The data-handling requirements of YouTube are well documented. Users upload 300 hours of video every minute. If the site keeps growing at its current rate, researchers think users could be uploading 1,700 hours of video a minute by 2025, a total that would amount to 2 exabytes of data per year. Yet if a new analysis is right, the computing crunch facing genomics could dwarf these challenges.
Researchers went over the numbers in a paper in PLOS Biology to compare the storage and analysis needs of four data-intensive operations: Astronomy, genomics, Twitter ($TWTR) and YouTube. The forecasts generated some big figures. If by 2025 researchers have sequenced 100 million human genomes, the field may require 2 exabytes of storage. But if genomics really takes off and 2 billion people are sequenced, the figure could swell to as much as 40 exabytes. When paired to the burden of acquiring, distributing and analyzing data, the study suggests genomics will need serious power.
"This serves as a clarion call that genomics is going to pose some severe challenges. Some major change is going to need to happen to handle the volume of data and speed of analysis that will be required," Gene Robinson, co-author of the paper and a biologist at the University of Illinois at Urbana-Champaign, told Nature News. As Robinson sees it, genomics will be one of, if not the, most demanding fields in terms of data, but it is failing to prepare for this burden as effectively as the likes of Facebook ($FB) and YouTube.
Some observers have questioned the rigor of the research. Narayan Desai, a computer scientist at tech company Ericsson, said it "isn't a particularly credible analysis," flagging up the way the paper downplays the processing and analysis demands of Twitter and YouTube's targeted advertising units as an area in which it fails to make a like-for-like comparison between the fields. Yet while such details are disputed, the overarching message of the paper is one with which many people can agree.

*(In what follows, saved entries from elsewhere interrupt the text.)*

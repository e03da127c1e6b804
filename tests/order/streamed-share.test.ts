/**
 * The streamed order numbers with the image cut into strips shared with helpers (streamedOrderParameters'
 * `sharing`; the command's worker threads are such helpers, tests/cli/orient-threads.test.ts) against the held
 * field's (orientationField, then orderParameters) on the same pixels: the same numbers to the bit, for odd
 * sizes, block sizes that do not divide the height, groups of rows cut inside the blocks, a region, an axis,
 * weightings with a layer of their own, any number of strips, and helpers that fail part way. The helpers here
 * run in this thread, on their own copies of the strips' rows only (each strip's rows and the tensor's halo;
 * reading any other row throws), as a worker would. The held path is itself checked against closed forms and
 * reference libraries (tests/order/order-parameters.test.ts, tests/orientation/structure-tensor.reference.test.ts).
 */
import { describe, expect, it } from 'vitest';
import { orderParameters, streamedOrderParameters, sumsStrip, type OrderOptions, type StripHelper } from '../../src/order/index.ts';
import { orientationField, surveyStrip, tensorHaloPx, type OrientationFieldOptions, type PlaneRows, type StructureTensorOptions } from '../../src/orientation/index.ts';
import { addNoise, grating, swingingStripes as texture } from '../support/synthetic.ts';
import type { Plane } from '../../src/common/plane.ts';

/** Rows y0 - halo to y1 + halo of `plane` copied, readable as rows of the whole image: any other row throws. */
function stripRows(plane: Plane, y0: number, y1: number, tensor: Required<StructureTensorOptions>): PlaneRows {
  const halo = tensorHaloPx(tensor), top = Math.max(0, y0 - halo), bottom = Math.min(plane.height, y1 + halo), w = plane.width;
  const data = plane.data.slice(top * w, bottom * w);
  return {
    width: w, height: plane.height,
    readRow(y, x, n, out) {
      if (y < top || y >= bottom) throw new Error(`row ${y} read outside the strip ${top}..${bottom}`);
      out.set(data.subarray((y - top) * w + x, (y - top) * w + x + n));
    },
  };
}

/** A helper computing strips of `plane` from copies of their rows; it fails on the jobs `failOn` names (in the order it is sent them). */
function helper(plane: Plane, failOn: (k: number) => boolean = () => false): StripHelper & { done: number } {
  let k = 0;
  const h = {
    done: 0,
    async survey(job: Parameters<StripHelper['survey']>[0]) {
      if (failOn(k++)) throw new Error('helper failed');
      h.done++;
      return surveyStrip(stripRows(plane, job.y0, job.y1, job.tensor), job.tensor, job.plan, job.y0, job.y1);
    },
    async sums(job: Parameters<StripHelper['sums']>[0]) {
      if (failOn(k++)) throw new Error('helper failed');
      h.done++;
      return sumsStrip(stripRows(plane, job.y0, job.y1, job.survey.tensor), job);
    },
  };
  return h;
}

async function heldAndShared(plane: Plane, o: OrientationFieldOptions & OrderOptions, helpers: StripHelper[], threads: number) {
  const field = await orientationField(plane, o);
  const held = orderParameters(field, o);
  const shared = await streamedOrderParameters(plane, o, { helpers, threads });
  return { held, field, shared };
}

describe('streamedOrderParameters shared in strips: the held field\'s numbers to the bit', () => {
  const plane = texture(333, 251, 11);
  const cases: [string, OrientationFieldOptions & OrderOptions, number][] = [
    ['defaults, cut for 2 threads', {}, 2],
    ['defaults, cut for 7 threads', {}, 7],
    ['an axis and weighting strength (a layer of its own), cut for 5 threads', { axisDeg: 23, weighting: 'strength' }, 5],
    ['weighting none, cut for 3 threads', { weighting: 'none' }, 3],
    ['a block size not dividing the height (13 px), cut for 8 threads', { blockPx: 13 }, 8],
    ['Sobel derivatives and a coherency minimum, cut for 4 threads', { derivative: 'sobel', coherencyMin: 0.6 }, 4],
    ['larger scales (a wider halo), cut for 6 threads', { sigmaPx: 3.5, sigmaDerivPx: 1.5, blockPx: 9 }, 6],
  ];
  for (const [what, o, threads] of cases) {
    it(what, async () => {
      const h = helper(plane);
      const { held, field, shared } = await heldAndShared(plane, o, [h], threads);
      expect(h.done).toBeGreaterThan(1);
      expect(shared.summary).toStrictEqual(held);
      expect(shared.field.options).toStrictEqual(field.options);
      expect(shared.field.warnings).toStrictEqual(field.warnings);
    });
  }

  it('a region with odd edges and an axis, two helpers', async () => {
    const region = new Uint8Array(plane.width * plane.height);
    for (let y = 37; y < 203; y++) region.fill(1, y * plane.width + 31, y * plane.width + 289);
    const hs = [helper(plane), helper(plane)];
    const o = { region, axisDeg: -12, blockPx: 11 };
    const { held, shared } = await heldAndShared(plane, o, hs, 9);
    expect(hs[0].done + hs[1].done).toBeGreaterThan(2);
    expect(shared.summary).toStrictEqual(held);
  });

  it('pixels that are not finite: filled here, the second pass not shared, the same numbers', async () => {
    const p = { ...plane, data: plane.data.slice() };
    p.data[50 * p.width + 60] = NaN;
    const { held, field, shared } = await heldAndShared(p, {}, [helper(p)], 4);
    expect(shared.summary).toStrictEqual(held);
    expect(shared.field.warnings).toStrictEqual(field.warnings);
  });

  it('helpers that fail part way: their strips are done here, the same numbers', async () => {
    const hs = [helper(plane, (k) => k === 1), helper(plane, (k) => k >= 3)];
    const { held, shared } = await heldAndShared(plane, { axisDeg: 40 }, hs, 8);
    expect(shared.summary).toStrictEqual(held);
  });

  it('a wide image whose groups of rows are cut inside the blocks (more than 2^18 / width rows a block)', async () => {
    // 2^18 / 2101 = 124 rows a group: blocks of 130 rows are summed in two groups, and the coherency tally
    // gains one term per group.
    const wide = addNoise(grating(2101, 397, 25, 7), 0.2, 3);
    const h = helper(wide);
    const { held, shared } = await heldAndShared(wide, { blockPx: 130 }, [h], 4);
    expect(h.done).toBeGreaterThan(1);
    expect(shared.summary).toStrictEqual(held);
  });
});
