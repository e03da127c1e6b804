/**
 * The printable report: a plain page with the session's numbers, intervals, n, settings, command
 * lines and calibration state, laid out for paper by the print rules in styles.css. "Print" opens
 * the browser's print dialogue (which also saves as PDF).
 */
import { Warnings } from '../components/Results.tsx';
import { useEffect, useState } from 'react';
import { formatCell } from '../../src/report/index.ts';
import { NOT_DETERMINED } from '../../src/analyses/index.ts';
import type { ReportContent } from './reportContent.ts';

interface Props {
  content: ReportContent;
  /** A displayable picture of an image (object URL), or null when the browser cannot show its format. */
  picture(imageId: string): Promise<string | null>;
  /** The current view (with its overlay, scale bar and legend) of one image, when there is one. */
  view: { imageId: string; url: string } | null;
  onClose(): void;
}

const f = (v: number | null) => formatCell(v);

export function ReportView({ content, picture, view, onClose }: Props) {
  const [urls, setUrls] = useState<Record<string, string | null>>({});
  useEffect(() => {
    let stop = false;
    const made: string[] = [];
    void (async () => {
      const out: Record<string, string | null> = {};
      for (const img of content.images) {
        if (view?.imageId === img.id) continue;
        const u = await picture(img.id).catch(() => null);
        if (u) made.push(u);
        out[img.id] = u;
      }
      if (!stop) setUrls(out);
    })();
    return () => { stop = true; made.forEach((u) => URL.revokeObjectURL(u)); };
  }, [content, picture, view]);

  return (
    <div className="report-backdrop">
      <article className="report" aria-label="Printable report" data-testid="report">
        <p className="report-actions no-print">
          <button className="primary" onClick={() => window.print()}>Print…</button>
          <button className="quiet" onClick={onClose}>Close the report</button>
        </p>
        <h1>{content.title}</h1>
        <p className="note">Made {new Date(content.madeAt).toLocaleString()} with Retarda, on this device.</p>
        <p className="report-note" data-testid="report-note"><strong>Note.</strong> {content.note}</p>
        <section>
          <h2>Set-up</h2>
          {content.setup ? <>
            <p><strong>{content.setup.name}</strong>: {content.setup.summary}</p>
            <p className="cli"><code>{content.setup.commandOptions.join(' ')}</code></p>
          </> : <p>No set-up applied: the optical train is the command line's default.</p>}
          <p data-testid="report-lengths">Lengths: {content.lengths ?? 'pixel sizes from the image files where they give one, else px.'}</p>
        </section>
        {content.images.map((img) => (
          <section key={img.id} className="report-image">
            <h2>{img.name}</h2>
            <p className="note">{img.facts}; pixel size: <span data-testid="report-calibration">{img.calibration}</span></p>
            {view?.imageId === img.id ? <img src={view.url} alt={`Current view of ${img.name}`} className="report-picture" />
              : urls[img.id] ? <img src={urls[img.id]!} alt={img.name} className="report-picture" /> : urls[img.id] === null ? <p className="note">(no preview: the browser cannot show this file format)</p> : null}
            {img.sections.map((s) => (
              <div key={s.title} className="report-section">
                <h3>{s.title}</h3>
                <table className="results">
                  <thead><tr><th>quantity</th><th>value</th><th>95 % interval</th><th>n</th></tr></thead>
                  <tbody>
                    {s.numbers.map((n) => (
                      n.notDetermined
                        ? <tr key={n.label}><th scope="row">{n.label}</th><td className="not-determined">{NOT_DETERMINED}</td><td colSpan={2} className="not-determined-why">{n.notDetermined}</td></tr>
                        : <tr key={n.label}><th scope="row">{n.label}</th><td>{f(n.value)}{n.unit ? ` ${n.unit}` : ''}</td><td>{n.ci ? `${f(n.ci[0])} – ${f(n.ci[1])}` : '–'}</td><td>{n.n !== null ? f(n.n) : '–'}</td></tr>
                    ))}
                  </tbody>
                </table>
                <p className="note">Settings: {s.settings.join('; ')}.</p>
                {s.commandLine && <p className="cli"><code>{s.commandLine}</code></p>}
                <Warnings list={s.warnings} />
              </div>
            ))}
          </section>
        ))}
        {content.images.length === 0 && <p>No image of this session has been analysed yet.</p>}
        {content.notAnalysed.length > 0 && <p className="note">Not analysed, so not in this report: {content.notAnalysed.join(', ')}.</p>}
      </article>
    </div>
  );
}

"The world has a limited capacity for data collection and analysis. Because of the accessibility of sequencing, the explosive growth of the community has occurred in a largely decentralized fashion, which can't easily address questions like this," Desai said. The situation in genomics, a field in which many researchers have the means to generate large amounts of data, contrasts to areas such as high-energy physics, the requirements of which necessitate a more centralized approach. In this regard, the democratization of genomics, one of its strengths, may also be one of its weaknesses.